Ebbene, possiamo dire che il viaggio compiuto da Giorgio Cutini, chirurgo e fotografo, nativo a Perugia, ma che vive ad Ancona, nel lavoro presentato in questa mostra, è un viaggio esattamente in questo duplice senso. “Sequenze e occasioni” – è un atto di vivisezione di realtà per mezzo della macchina fotografica e di foto istantanee (nel senso del fermare l’istante), e la ricomposizione di queste istantaneità, con un senso talvolta compiuto, talvolta incompiuto, per mezzo di due concetti apparentemente opposti – “sequenze” e “occasioni” – che vengono invece fatte interagire e che hanno la funzione (di nuovo apparentemente) ordinatrice e donatrice del senso dei frammenti di un tutto da ricomporre. Quello di Cutini è, per l’appunto, un viaggio duplice, perché è un discorso-viaggio nella realtà accompagnato, ma anche intrinsecamente pervaso e condizionato da un secondo viaggio, quello nel medium della fotografia e dell’interpretazione, su cui questo lavoro e questa mostra puntano una lente ermeneutica che ne mette in evidenza le complessità, che ne smaschera le apparenti certezze, che fa emergere l’impossibilità di giungere a risultati sicuri, a isole di certezza e ancore di salvataggio nel mare magnum della realtà e della sua percezione mai univoca. Si tratta di prendere atto della realtà del nostro percepire il mondo che ci circonda, che ci getta nell’incertezza e nel conseguente sconforto già riguardo alla realtà oggettuale, prima ancora di affrontare, con le medesime se non amplificate difficoltà, l’Altro uguale e al tempo stesso così diverso da noi, che nella sua alterità e diversità ci si fa incontro spesso perturbante perché apparentemente incomprensibile.

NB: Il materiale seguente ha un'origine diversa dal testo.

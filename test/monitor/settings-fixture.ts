/**
 * Build settings the monitor tests share: a small dryer model (3 PCs, progress on the predicted
 * moisture, a PLS moisture model, property + MBSD endpoint). Each test overrides what it is about.
 */
export const DRYER_TEST_SETTINGS = {
  name: 'test dryer model',
  product: 'granulate',
  author: 'test',
  createdAt: Date.UTC(2026, 0, 1),
  chain: [{ step: 'scale', center: true, scaling: 'none' }],
  components: 3,
  confidence: 0.99,
  progress: { kind: 'indicator', source: 'property' },
  envelope: { k: 3, smoothing: 2, points: 60 },
  alarms: { onDelay: 3, onWindow: 5, offDelay: 5, deadband: 0.05, startupMin: 2 },
  property: { name: 'moisture', unit: '% w/w', components: 3, target: 2, direction: 'below', chain: [{ step: 'msc' }, { step: 'scale', center: true, scaling: 'none' }], range: [0, 4] },
  endpoint: { criteria: [{ kind: 'property' }, { kind: 'mbsd', block: 5, threshold: 'auto' }], combine: 'any', confirm: 3, nearingMin: 10 },
};
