/** Replay one batch and score it against its truth. */
export function evaluateBatch(model: MonitoringModel, b: EvalBatch, opts: EvaluateOptions = {}): BatchOutcome {
  const staleAfter = opts.staleAfter ?? 3;
  const intervalMs = b.intervalS * 1000;
  const dropped = new Set(Array.from(b.dropped ?? []));
  const t0 = b.times[0];
  const mon = createBatchMonitor(model, t0);
  const out: BatchOutcome = {
    id: b.id, group: b.group, spectra: 0, pointsOutsideT2: 0, pointsOutsideQ: 0, suspects: 0, alarms: 0, firstAlarm: null, detection: null,
    falseAlarmsBeforeOnset: 0, endpointIndex: b.endpointIndex, detectedEndpointIndex: null, endpointError: null, propertyAtCall: null, etaErrors: [], maxT2: 0, maxQ: 0,
    predictions: 0, extrapolating: 0, flaggedSpectra: 0, unjudged: 0, damagedSpectra: 0, damagedDetected: 0, processAlarms: 0, analyzerAlarms: 0, alarmsWithoutCheck: null,
  };
  // A batch with damaged pixels is also judged with the check off: what the pixels cost without it.
  const unchecked = (b.badPixels?.length ?? 0) > 0 ? createBatchMonitor(model, t0, { pixelQuality: false }) : null;
  if (unchecked) out.alarmsWithoutCheck = 0;
  const pixelCheck = createPixelQualityChecker(model.chain.inputAxis.length);
  const damage = new Map<number, number[]>();
  for (const d of b.badPixels ?? []) damage.set(d.index, d.pixels);
  const onset = b.faultOnsetIndex;
  const etaFrom = b.endpointIndex !== null ? Math.floor(0.75 * b.endpointIndex) : Infinity;
  const trueEndT = b.endpointIndex !== null ? b.times[b.endpointIndex] : null;
  let prevT: number | null = null;
  const noteAlarm = (index: number, kind: string, key: string, atT: number): void => {
    out.alarms++;
    if (!out.firstAlarm) out.firstAlarm = { index, kind, key };
    if (onset !== null && index >= onset) {
      if (!out.detection) out.detection = { index, key, delay: onset !== null ? (atT - b.times[onset]) / intervalMs : 0 };
    } else if (onset !== null) out.falseAlarmsBeforeOnset++;
  };
  for (let i = 0; i < b.spectra.length; i++) {
    if (dropped.has(i)) continue;
    const t = b.times[i];
    if (prevT !== null) {
      const st = staleAlarmTime(prevT, t, intervalMs, staleAfter);
      if (st !== null) {
        // index of the first expected-but-missing spectrum at or after the stale time
        const idx = Math.max(0, Math.min(b.spectra.length - 1, Math.round((st - t0) / intervalMs)));
        noteAlarm(idx, 'stale', 'stale', st);
      }
    }
    prevT = t;
    const r = mon.push(i, t, b.spectra[i]);
    out.spectra++;
    if (unchecked) for (const c of unchecked.push(i, t, b.spectra[i]).conditionChanges) if (c.active) out.alarmsWithoutCheck!++;
    const lim = r.localLimits ?? r.limits;
    if (r.t2 > lim.t2) out.pointsOutsideT2++;
    if (r.q > lim.q) out.pointsOutsideQ++;
    if (r.suspect) out.suspects++;
    if (r.prediction) {
      out.predictions++;
      if (r.prediction.extrapolating) out.extrapolating++;
    }
    if (r.t2 > out.maxT2) out.maxT2 = r.t2;
    if (r.q > out.maxQ) out.maxQ = r.q;
    for (const c of r.conditionChanges) {
      if (!c.active) continue;
      noteAlarm(i, c.kind, c.key, t);
      if (c.kind === 'analyzer') out.analyzerAlarms++;
      else out.processAlarms++;
    }
    const qy = r.quality;
    if (qy) {
      out.flaggedSpectra++;
      if (!qy.judged) out.unjudged++;
    }
    // The monitor's own check, replayed beside it (same settings, same history): which pixels it flagged.
    const flagged = pixelCheck.check(b.spectra[i]).mask;
    const dmg = damage.get(i);
    if (dmg && dmg.length) {
      out.damagedSpectra++;
      if (dmg.every((j) => flagged[j] !== 0)) out.damagedDetected++;
    }
    if (out.detectedEndpointIndex === null && r.endpoint.doneAt) out.detectedEndpointIndex = r.endpoint.doneAt.seq;
    if (trueEndT !== null && i >= etaFrom && i < b.endpointIndex! && r.endpoint.etaMin) {
      out.etaErrors.push(Math.abs(r.endpoint.etaMin.median - (trueEndT - t) / 60000));
    }
  }
  // A drop-out running to the end of the batch: the stale alarm still comes on the clock.
  const lastT = b.times[b.times.length - 1];
  if (prevT !== null && prevT < lastT) {
    const st = staleAlarmTime(prevT, lastT + intervalMs, intervalMs, staleAfter);
    if (st !== null) noteAlarm(Math.min(b.spectra.length - 1, Math.round((st - t0) / intervalMs)), 'stale', 'stale', st);
  }
  if (out.detectedEndpointIndex !== null && b.endpointIndex !== null) out.endpointError = out.detectedEndpointIndex - b.endpointIndex;
  if (out.detectedEndpointIndex !== null && b.property && out.detectedEndpointIndex < b.property.length) out.propertyAtCall = b.property[out.detectedEndpointIndex];
  return out;
}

Nei due corpi di lavori fotografici, Cutini mette insieme fotografie di uno stesso oggetto in successione le “Sequenze” e scatti singoli le “Occasioni”. Ma come nel mondo della percezione e dell’interpretazione fin qui descritto non si dà alcuna univocità della realtà, e neanche delle sue chiavi di interpretazione, così Cutini rispecchia questa circostanza nel contemplare tra le sequenze, di per sé un lavoro pensato e programmato, studiato e progettato, anche la presenza di scatti singoli, purché, tuttavia, essi abbiano una qualche validità espressiva e comunicativa, ma non in un senso assoluto ed ontologico, bensì del suo pensiero di fotografo, all’interno della scena ri-costruita. Come a interrompere e scadenzare il flusso costruito delle successioni di foto, come a dire che la continuità della ricomposizione della realtà scomposta sia opera di chi la ricompone, il quale può persino inserire, in questa sua chiave di lettura, delle istantaneità prese dal di fuori della successione di foto, che per quanto pensate e programmate pur in qualche modo si appartengono in maniera più originaria. Ed è evidente come le “Sequenze” realizzate con una macchina fotografica stenopeica, vivano proprio di questa tensione tra successione e scatto singolo, tra scomposizione, (ri-)composizione, e l’inserimento di corpi apparentemente – ma non troppo – estranei. E’ il lavoro dell’artista che con il suo discorso tiene insieme il tutto.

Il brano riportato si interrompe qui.